After test objects and theoretical digital sensitometric dreams, let's go down to Earth and be ready for a real photographic test in the field. The subject is the Fontfroide Abbey, in the south-western part of France near Narbonne. What follows is a whole set of images recorded with all possible ISO settings and all possibilities of 'pulled' or 'pushed' digital post-processing.

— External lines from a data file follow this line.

Action add_batch_command(CLI::App& app) {
  auto o = std::make_shared<BatchCommandOptions>();
  CLI::App* c = app.add_subcommand(
      "batch", "Run density and randomness over a folder (or list) of plot files: tidy tables, figures, a report");
  c->add_option("INPUTS", o->common.sightings, "A folder searched recursively, or a file listing one input per line")
      ->required();
  c->add_option("--out", o->out, "Output folder")->required();
  c->add_option("--pattern", o->pattern, "File-name pattern of the inputs (* and ?)")->capture_default_str();
  c->add_option("--plots", o->plots,
                "One plots layer for every input (a folder of sighting files over one plots file); sightings are "
                "assigned by their plot attribute or by location (--assign)");
  c->add_option("--plots-name", o->plots_name,
                "Plots file beside each input, {*} = what the pattern's * matched (default: the input itself)");
  c->add_option("--analyses", o->analyses, "density, randomness, transect (inputs holding transect lines)")
      ->delimiter(',')
      ->capture_default_str();
  c->add_option("--distance-field", o->distance_field, "transect: recorded distance field (else from locations)");
  c->add_option("--size-field", o->size_field, "transect: cluster size field");
  c->add_option("--transect-field", o->transect_field, "transect: transect id field")->capture_default_str();
  c->add_option(
      "--truncate", o->truncate,
      "transect: truncation distance (m > 0), percentage in [0, 100) (5%) or none (default: the largest distance)");
  c->add_option("--shard", o->shard_text,
                "Process only the K-th of N deterministic slices, K/N with 1 <= K <= N (default: all inputs)");
  c->add_option("--threads", o->threads, "Files processed in parallel (0 = all cores)")
      ->check(whole_number(0, 1024))
      ->capture_default_str();
  c->add_flag("--quiet", o->quiet, "No progress output");
  c->add_option("--run-file", o->run_file, "TOML run file with the analyses and options (the command line wins)");
  c->add_flag("--report", o->report, "Also write OUT/report.html");
  c->add_flag("--gis", o->gis, "Also write OUT/plot-results.gpkg: plot polygons with density and test attributes");
  c->add_flag("--surface", o->surfaces, "Also write kernel intensity surfaces per species: OUT/surfaces/*/*.tif");
  c->add_option("--pixel", o->pixel, "Surface pixel size, metres (default: 1/200 of the plots' extent)")
      ->check(positive_number());
  c->add_option("--bandwidth", o->bandwidth, "Kernel bandwidth, metres (default: Scott's rule per plot)")
      ->check(positive_number());
  c->add_option("--layer", o->common.layer, "Sightings layer in each input");
  c->add_option("--plots-layer", o->common.plots_layer, "Plots layer in each input");
  o->common.plot_field_option =
      c->add_option(
           "--plot-field", o->common.plot_field,
           "Plot-id attribute of the plot polygons (and of the sightings, unless --sightings-plot-field names theirs)")
          ->capture_default_str();
  c->add_option("--sightings-plot-field", o->common.sightings_plot_field,
                "Plot attribute of the sightings (default: the --plot-field name)");
  add_assign_option(*c, o->common.assign, "plot");
  c->add_option("--encoding", o->common.encoding,
                "Text encoding of the inputs' attributes, e.g. LATIN1 (default: UTF-8; invalid bytes shown as U+FFFD)");
  c->add_option("--species-field", o->common.species_field, "Species attribute")->capture_default_str();
  c->add_option("--crs", o->common.crs, "Analysis CRS, projected in metres (default: as for density)");
  c->add_option("--assume-crs", o->common.assume_crs,
                "CRS of layers that carry none (default: none; such layers are refused)");
  c->add_option("--unit", o->common.unit, "Area unit: m2, ha or km2")
      ->check(CLI::IsMember({"m2", "ha", "km2"}))
      ->capture_default_str();
  c->add_option("--confidence", o->common.confidence, "Two-sided confidence level")
      ->check(number_between(0.0, 1.0, "e.g. 0.95"))
      ->capture_default_str();
  c->add_option("--detection", o->detection_file, "CSV of detection probabilities: species, p, optional se");
  c->add_option("--detection-prob", o->detection_prob,
                "One detection probability for every species (default: 1, no correction)")
      ->check(probability());
  c->add_option("--detection-se", o->detection_se, "Standard error of --detection-prob (default: 0)")
      ->check(non_negative_number());
  c->add_option("--simulations", o->simulations,
                "CSR simulations per group (if not given: 999, 199 above 20,000 points, 39 above 200,000)")
      ->check(whole_number(0, 1000000))
      ->capture_default_str();
  c->add_option("--seed", o->seed, "Seed; each plot's simulations derive their own from it")
      ->check(whole_number(0, 18446744073709551615ULL))
      ->capture_default_str();
  c->add_option("--quadrats", o->quadrats, "Quadrat grid NxM: 1-10000 cells a side, 2-10000 in all")
      ->capture_default_str();
  c->add_option("--edge-correction", o->edge_correction, "Clark-Evans edge correction: none, donnelly, border")
      ->check(CLI::IsMember({"none", "donnelly", "border"}));
  c->add_option("--rmax", o->rmax,
                "Largest distance of the summary functions, metres (default: the smaller of a quarter of the window's "
                "shorter side and 4/sqrt(intensity))")
      ->check(positive_number());
  return [c, o] {
    if (!c->parsed()) return -1;
    return run_batch_command(*o, *c);
  };
}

The equipment on duty for this test is the Canon 1 DsMk II digital SLR, full 24x36mm frame. Here we are only interested in the qualitative assessment of image rendition. The maximal recordable tonal range of 6 f-stops was carefully measured with a precision spot-meter (Minolta® Flashmeter VI). So we can evaluate how the images look like, how the average 18% grey card plus highlights and shadows are recorded for all ISO settings on the camera and all post-processing corrections.


Fontfroide abbey


Exposed for ISO 100 
post-processing 50 N+1 100 N 200 N-1 400 N-2, etc.



Henri Gaud
Photographe pour les Editions GAUD
Editions familiales publiant des livres
spécialisés dans les domaines du patrimoine
en premier lieu les abbayes cisterciennes
puis le vitrail contemporain et
aujourd'hui majoritairement
les jardins contemporains
le rapport minéral végétal.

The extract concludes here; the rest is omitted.